Exercise description -> What you return should be the lines from the first line of the records below through the line holding "ticks, in units of the type. */", unchanged.

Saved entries
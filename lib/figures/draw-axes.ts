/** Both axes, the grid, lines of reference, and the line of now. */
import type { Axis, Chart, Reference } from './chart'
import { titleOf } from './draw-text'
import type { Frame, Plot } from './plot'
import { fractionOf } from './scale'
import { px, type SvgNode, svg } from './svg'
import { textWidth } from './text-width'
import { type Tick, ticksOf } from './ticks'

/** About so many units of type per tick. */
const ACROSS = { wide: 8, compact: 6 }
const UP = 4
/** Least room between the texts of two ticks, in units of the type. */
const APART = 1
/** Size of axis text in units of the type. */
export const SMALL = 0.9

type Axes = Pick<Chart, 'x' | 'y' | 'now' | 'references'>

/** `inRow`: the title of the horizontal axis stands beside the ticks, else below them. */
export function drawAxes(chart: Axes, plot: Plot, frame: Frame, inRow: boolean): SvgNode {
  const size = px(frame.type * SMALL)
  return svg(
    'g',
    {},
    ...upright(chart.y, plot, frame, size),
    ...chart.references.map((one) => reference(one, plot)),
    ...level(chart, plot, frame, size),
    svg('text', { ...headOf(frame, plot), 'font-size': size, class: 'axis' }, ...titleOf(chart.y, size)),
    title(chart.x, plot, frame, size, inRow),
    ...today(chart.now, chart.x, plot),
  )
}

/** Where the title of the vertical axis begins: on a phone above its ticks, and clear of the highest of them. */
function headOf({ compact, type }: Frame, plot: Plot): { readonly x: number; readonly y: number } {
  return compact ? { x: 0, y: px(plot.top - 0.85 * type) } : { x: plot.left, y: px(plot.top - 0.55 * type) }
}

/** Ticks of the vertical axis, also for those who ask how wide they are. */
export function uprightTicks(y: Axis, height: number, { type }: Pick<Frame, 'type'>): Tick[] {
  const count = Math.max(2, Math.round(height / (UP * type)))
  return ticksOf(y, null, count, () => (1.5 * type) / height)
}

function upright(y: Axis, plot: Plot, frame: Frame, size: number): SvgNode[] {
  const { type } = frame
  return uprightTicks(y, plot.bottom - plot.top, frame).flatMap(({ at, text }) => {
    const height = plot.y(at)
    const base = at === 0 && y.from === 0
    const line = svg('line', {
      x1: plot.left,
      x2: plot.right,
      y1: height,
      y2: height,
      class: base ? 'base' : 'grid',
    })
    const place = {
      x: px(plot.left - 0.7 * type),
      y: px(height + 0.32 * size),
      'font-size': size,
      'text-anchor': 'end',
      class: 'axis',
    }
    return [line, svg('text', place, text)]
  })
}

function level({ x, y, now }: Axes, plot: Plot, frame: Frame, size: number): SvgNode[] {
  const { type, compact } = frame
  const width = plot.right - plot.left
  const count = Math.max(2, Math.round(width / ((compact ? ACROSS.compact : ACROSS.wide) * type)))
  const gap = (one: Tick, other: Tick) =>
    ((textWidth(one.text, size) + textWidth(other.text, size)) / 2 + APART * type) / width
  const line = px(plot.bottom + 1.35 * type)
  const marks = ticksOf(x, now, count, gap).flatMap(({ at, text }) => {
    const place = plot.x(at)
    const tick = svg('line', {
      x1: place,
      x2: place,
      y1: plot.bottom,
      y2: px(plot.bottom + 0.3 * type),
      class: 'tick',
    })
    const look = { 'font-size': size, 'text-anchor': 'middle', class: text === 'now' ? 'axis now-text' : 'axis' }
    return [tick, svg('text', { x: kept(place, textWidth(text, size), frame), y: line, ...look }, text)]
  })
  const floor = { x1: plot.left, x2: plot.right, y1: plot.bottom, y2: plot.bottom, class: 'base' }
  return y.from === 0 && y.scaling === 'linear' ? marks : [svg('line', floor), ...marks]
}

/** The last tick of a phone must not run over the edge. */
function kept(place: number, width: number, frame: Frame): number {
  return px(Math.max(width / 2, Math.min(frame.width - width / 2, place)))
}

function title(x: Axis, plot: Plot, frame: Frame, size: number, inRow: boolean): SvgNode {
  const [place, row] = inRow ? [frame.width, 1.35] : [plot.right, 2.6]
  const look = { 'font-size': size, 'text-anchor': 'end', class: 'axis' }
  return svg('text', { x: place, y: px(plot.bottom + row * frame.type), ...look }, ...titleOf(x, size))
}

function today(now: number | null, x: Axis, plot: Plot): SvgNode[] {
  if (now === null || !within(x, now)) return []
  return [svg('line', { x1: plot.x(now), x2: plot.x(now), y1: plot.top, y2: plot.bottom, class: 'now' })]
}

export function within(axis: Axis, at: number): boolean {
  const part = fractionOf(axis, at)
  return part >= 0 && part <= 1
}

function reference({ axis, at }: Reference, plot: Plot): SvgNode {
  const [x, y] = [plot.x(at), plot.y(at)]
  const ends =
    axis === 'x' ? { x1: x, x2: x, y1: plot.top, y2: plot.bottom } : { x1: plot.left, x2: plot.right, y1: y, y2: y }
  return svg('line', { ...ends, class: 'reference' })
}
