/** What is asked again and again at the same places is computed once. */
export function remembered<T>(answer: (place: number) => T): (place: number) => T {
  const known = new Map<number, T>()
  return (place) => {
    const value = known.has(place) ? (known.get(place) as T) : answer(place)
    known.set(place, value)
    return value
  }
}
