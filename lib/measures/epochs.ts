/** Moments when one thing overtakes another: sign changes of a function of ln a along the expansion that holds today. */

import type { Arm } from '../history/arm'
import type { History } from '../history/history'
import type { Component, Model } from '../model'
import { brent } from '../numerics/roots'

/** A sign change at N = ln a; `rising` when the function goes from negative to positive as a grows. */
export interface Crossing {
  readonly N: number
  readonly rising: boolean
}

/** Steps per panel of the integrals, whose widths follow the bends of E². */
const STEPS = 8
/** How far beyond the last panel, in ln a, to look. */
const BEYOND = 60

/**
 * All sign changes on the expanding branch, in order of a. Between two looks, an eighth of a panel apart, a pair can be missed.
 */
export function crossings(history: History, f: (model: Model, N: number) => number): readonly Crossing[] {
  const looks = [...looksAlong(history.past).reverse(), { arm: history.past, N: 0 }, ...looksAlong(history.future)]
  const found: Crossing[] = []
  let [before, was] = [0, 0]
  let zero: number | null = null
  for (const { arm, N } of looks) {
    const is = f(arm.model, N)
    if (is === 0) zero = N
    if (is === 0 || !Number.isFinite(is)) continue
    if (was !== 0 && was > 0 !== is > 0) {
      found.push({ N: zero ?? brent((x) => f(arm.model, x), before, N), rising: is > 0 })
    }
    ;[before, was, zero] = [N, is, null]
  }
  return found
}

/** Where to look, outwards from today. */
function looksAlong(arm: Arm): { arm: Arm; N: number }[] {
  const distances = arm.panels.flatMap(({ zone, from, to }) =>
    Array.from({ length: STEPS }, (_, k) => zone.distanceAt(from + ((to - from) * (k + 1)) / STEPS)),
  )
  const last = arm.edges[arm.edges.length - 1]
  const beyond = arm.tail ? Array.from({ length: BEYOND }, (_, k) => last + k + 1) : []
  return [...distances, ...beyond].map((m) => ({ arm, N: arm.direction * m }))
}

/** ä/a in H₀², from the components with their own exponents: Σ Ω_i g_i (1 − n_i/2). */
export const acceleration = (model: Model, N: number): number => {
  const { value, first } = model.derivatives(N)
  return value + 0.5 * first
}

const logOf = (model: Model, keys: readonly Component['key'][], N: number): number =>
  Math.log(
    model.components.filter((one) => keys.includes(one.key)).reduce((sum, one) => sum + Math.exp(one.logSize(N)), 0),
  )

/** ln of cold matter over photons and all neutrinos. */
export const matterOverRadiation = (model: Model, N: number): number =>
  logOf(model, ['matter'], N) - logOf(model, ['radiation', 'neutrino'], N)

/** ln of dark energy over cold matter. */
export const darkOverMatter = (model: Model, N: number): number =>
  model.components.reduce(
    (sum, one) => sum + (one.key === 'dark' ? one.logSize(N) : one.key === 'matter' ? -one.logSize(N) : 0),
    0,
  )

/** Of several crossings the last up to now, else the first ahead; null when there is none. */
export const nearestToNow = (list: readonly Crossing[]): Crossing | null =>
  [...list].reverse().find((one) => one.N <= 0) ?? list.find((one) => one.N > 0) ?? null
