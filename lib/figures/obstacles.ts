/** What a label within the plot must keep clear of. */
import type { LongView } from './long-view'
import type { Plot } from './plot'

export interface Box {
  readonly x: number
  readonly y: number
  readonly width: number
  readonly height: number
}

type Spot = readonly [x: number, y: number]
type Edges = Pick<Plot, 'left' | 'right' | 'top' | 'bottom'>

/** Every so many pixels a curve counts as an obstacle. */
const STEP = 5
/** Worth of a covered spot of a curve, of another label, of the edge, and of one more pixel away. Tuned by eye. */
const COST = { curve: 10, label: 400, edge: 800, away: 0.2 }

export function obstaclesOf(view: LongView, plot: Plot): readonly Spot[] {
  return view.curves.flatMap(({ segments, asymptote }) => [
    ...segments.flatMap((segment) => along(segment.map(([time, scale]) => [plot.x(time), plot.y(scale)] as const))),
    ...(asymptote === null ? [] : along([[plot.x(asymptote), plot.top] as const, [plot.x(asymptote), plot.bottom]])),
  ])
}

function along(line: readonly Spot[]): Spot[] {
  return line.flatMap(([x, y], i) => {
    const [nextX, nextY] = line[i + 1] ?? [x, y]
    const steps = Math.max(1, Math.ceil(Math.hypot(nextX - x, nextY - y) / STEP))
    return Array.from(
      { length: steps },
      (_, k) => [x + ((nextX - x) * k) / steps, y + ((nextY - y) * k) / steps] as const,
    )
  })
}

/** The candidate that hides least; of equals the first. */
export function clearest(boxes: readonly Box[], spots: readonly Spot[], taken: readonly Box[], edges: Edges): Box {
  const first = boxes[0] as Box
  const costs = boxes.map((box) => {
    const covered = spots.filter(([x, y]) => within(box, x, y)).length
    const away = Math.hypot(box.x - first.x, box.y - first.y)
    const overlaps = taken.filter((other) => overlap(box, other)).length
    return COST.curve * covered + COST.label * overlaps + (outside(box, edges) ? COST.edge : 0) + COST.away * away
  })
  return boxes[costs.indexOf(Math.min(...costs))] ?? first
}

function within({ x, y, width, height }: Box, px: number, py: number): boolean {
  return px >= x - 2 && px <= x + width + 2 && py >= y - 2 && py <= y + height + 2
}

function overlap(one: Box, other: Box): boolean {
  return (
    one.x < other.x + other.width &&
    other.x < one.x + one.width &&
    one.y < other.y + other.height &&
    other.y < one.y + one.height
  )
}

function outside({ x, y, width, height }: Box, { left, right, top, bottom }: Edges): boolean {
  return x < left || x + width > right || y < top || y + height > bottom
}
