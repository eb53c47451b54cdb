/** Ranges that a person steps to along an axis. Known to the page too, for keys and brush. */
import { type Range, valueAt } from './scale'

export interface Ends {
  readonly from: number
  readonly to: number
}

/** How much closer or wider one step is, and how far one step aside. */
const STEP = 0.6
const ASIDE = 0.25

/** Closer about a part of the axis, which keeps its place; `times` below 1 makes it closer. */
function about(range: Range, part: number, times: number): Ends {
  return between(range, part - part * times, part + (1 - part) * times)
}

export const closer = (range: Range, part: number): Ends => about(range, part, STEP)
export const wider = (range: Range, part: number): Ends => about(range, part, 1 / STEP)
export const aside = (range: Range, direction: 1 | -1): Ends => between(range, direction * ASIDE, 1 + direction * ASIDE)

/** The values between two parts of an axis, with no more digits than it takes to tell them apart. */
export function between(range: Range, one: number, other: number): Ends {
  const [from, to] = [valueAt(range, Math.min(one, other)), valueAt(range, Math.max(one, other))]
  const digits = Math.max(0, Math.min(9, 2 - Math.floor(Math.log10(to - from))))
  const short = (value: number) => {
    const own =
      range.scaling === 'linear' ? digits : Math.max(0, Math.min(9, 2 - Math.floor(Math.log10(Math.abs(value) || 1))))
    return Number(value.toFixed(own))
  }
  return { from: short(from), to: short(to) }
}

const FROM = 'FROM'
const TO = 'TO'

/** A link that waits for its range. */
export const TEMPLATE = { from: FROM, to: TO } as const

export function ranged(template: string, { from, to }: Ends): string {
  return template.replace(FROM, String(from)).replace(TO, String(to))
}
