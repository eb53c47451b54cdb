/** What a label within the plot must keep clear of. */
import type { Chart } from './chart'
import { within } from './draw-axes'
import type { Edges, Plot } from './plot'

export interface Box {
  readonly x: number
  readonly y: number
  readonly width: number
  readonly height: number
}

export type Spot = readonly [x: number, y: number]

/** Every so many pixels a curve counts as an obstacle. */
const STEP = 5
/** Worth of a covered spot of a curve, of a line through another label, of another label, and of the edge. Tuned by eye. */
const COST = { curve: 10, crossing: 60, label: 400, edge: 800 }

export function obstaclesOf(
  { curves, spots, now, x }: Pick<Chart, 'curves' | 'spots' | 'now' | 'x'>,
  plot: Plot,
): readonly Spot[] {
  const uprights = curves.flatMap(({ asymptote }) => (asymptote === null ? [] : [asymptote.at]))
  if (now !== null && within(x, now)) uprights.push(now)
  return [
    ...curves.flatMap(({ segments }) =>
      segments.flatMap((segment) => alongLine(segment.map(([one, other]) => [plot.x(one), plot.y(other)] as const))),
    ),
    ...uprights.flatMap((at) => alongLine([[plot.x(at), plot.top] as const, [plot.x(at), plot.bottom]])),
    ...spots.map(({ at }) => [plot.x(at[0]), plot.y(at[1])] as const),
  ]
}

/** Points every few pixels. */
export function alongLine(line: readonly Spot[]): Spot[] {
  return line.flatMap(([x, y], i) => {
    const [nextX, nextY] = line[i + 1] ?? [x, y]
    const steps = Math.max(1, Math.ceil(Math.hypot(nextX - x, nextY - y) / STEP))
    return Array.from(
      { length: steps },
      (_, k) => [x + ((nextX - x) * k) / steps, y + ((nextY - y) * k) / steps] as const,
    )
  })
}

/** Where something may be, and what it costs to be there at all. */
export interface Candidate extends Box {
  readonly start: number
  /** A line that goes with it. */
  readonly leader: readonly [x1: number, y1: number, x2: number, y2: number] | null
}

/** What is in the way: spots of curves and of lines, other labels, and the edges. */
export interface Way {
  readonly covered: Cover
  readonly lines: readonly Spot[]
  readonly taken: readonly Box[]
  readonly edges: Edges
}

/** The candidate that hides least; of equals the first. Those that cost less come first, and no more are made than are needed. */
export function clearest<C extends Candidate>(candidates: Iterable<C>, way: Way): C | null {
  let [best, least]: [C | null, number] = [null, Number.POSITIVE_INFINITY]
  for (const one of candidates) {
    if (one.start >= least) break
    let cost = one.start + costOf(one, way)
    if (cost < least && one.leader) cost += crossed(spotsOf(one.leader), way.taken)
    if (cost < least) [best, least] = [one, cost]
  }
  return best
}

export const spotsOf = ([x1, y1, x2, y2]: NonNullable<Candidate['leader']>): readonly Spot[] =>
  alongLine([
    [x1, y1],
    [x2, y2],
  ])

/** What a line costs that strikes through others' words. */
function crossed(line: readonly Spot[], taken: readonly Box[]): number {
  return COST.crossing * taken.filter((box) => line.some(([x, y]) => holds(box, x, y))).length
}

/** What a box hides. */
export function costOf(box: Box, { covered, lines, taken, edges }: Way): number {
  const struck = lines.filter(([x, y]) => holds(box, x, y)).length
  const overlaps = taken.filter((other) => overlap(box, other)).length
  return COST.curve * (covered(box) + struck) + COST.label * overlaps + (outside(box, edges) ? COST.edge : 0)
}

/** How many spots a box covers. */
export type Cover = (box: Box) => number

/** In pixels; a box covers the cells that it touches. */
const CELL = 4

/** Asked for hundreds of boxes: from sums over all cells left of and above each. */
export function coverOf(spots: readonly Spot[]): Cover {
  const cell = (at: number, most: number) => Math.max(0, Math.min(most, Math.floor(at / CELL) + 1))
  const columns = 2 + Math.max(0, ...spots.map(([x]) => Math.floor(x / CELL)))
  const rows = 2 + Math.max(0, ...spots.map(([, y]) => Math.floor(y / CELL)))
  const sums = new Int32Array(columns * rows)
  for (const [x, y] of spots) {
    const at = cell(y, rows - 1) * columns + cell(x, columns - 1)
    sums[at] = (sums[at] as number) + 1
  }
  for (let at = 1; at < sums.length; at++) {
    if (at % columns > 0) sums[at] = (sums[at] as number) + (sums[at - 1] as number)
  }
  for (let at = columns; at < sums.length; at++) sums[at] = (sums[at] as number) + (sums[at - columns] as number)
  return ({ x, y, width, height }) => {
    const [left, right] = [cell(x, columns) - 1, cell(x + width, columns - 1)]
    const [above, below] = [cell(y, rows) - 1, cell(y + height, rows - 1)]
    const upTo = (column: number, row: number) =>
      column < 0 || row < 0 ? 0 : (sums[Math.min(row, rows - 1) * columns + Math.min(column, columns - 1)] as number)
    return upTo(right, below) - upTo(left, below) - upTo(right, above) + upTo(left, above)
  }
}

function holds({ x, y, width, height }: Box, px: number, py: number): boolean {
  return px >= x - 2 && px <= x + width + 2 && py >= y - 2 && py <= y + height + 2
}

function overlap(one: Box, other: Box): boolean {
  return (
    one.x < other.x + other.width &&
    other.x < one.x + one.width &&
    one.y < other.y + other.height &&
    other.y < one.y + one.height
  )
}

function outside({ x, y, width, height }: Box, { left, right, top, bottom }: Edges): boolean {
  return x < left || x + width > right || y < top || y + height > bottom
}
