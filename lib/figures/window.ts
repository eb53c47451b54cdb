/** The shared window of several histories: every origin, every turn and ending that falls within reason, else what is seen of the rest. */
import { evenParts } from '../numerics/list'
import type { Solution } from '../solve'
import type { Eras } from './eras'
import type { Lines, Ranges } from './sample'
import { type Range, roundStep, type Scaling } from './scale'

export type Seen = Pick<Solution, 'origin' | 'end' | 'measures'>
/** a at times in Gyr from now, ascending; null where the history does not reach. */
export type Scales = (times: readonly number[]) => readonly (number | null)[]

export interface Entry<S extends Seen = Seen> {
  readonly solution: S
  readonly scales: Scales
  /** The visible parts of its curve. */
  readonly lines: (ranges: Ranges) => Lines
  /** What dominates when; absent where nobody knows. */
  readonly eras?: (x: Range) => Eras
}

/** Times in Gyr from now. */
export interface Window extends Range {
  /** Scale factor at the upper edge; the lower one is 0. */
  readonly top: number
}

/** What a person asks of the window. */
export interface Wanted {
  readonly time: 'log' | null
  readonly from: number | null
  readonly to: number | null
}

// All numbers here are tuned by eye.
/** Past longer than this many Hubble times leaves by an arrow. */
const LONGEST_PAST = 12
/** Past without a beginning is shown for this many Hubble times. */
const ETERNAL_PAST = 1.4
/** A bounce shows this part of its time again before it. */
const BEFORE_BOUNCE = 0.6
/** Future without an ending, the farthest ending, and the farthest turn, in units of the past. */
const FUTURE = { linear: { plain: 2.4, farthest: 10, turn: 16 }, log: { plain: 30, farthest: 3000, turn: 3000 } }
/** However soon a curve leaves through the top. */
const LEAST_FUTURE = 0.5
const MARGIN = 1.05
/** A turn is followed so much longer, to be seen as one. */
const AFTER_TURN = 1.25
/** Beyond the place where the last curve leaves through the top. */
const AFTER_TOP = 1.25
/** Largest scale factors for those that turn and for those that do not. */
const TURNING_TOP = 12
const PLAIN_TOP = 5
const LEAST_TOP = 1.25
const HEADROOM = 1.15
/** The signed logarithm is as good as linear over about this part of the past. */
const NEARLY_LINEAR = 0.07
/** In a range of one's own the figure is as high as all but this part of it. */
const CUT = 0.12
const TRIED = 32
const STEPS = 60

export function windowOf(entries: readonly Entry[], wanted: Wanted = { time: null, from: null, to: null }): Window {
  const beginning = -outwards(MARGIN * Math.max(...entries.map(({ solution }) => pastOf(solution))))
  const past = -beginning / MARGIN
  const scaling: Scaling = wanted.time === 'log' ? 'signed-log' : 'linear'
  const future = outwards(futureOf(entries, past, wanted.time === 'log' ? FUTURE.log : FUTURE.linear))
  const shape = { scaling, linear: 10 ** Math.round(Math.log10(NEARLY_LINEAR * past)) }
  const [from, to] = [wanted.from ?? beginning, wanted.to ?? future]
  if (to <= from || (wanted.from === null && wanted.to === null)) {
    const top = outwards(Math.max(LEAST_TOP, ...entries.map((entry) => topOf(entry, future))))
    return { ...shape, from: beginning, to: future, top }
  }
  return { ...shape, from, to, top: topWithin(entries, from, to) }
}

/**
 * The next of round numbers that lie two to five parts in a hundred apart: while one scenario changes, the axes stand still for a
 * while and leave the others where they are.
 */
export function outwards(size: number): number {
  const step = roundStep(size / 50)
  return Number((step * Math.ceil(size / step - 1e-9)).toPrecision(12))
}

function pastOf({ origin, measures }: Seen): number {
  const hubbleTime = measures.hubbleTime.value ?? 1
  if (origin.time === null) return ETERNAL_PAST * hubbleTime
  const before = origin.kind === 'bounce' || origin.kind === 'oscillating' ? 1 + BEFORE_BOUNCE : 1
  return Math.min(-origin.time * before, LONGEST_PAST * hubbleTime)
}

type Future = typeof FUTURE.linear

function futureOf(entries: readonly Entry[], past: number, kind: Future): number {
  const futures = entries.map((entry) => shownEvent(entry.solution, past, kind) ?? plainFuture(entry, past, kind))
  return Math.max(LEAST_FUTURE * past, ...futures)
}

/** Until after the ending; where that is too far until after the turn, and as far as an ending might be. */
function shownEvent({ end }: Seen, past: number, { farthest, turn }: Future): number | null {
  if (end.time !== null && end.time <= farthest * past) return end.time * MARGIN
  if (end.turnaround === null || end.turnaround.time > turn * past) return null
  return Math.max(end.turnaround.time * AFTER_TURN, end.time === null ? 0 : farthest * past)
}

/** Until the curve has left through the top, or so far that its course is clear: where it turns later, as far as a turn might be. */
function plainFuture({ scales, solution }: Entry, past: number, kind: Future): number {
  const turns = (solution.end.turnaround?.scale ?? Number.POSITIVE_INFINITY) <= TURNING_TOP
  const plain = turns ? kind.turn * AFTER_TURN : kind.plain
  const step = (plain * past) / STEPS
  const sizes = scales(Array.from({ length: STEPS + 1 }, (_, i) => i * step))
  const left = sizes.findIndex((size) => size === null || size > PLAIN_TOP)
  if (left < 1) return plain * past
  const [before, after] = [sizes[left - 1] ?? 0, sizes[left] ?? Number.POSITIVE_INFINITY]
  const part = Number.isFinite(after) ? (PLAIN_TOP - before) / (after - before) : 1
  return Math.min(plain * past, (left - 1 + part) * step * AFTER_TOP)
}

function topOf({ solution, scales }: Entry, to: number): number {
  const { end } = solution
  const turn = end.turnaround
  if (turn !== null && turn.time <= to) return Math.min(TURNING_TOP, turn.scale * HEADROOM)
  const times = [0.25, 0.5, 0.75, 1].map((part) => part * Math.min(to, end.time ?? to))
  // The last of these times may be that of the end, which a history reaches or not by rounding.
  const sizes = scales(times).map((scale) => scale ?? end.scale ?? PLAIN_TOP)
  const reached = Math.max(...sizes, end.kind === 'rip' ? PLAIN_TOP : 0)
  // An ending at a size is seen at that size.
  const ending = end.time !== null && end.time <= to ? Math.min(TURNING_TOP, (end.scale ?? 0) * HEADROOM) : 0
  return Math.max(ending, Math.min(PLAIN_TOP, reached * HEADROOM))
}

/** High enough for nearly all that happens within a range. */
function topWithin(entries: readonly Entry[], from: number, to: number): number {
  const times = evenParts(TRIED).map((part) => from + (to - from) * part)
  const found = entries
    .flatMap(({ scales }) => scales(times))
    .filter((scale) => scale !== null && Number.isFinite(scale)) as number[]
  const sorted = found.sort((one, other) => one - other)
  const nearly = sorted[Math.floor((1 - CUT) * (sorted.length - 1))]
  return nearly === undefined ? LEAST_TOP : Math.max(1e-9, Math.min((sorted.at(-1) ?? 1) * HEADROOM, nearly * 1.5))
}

Response to this exercise ->
filename lib/figures/draw-axes.ts
/** Both axes, the grid, lines of reference, and the line of now. */
import type { Axis, Chart, Reference } from './chart'
import { titleOf } from './draw-text'
import type { Frame, Plot } from './plot'
import { fractionOf } from './scale'
import { px, type SvgNode, svg } from './svg'
import { textWidth } from './text-width'
import { type Tick, ticksOf } from './ticks'

/** About so many units of type per tick. */
const ACROSS = { wide: 8, compact: 6 }
const UP = 4
/** Least room between the texts of two ticks, in units of the type. */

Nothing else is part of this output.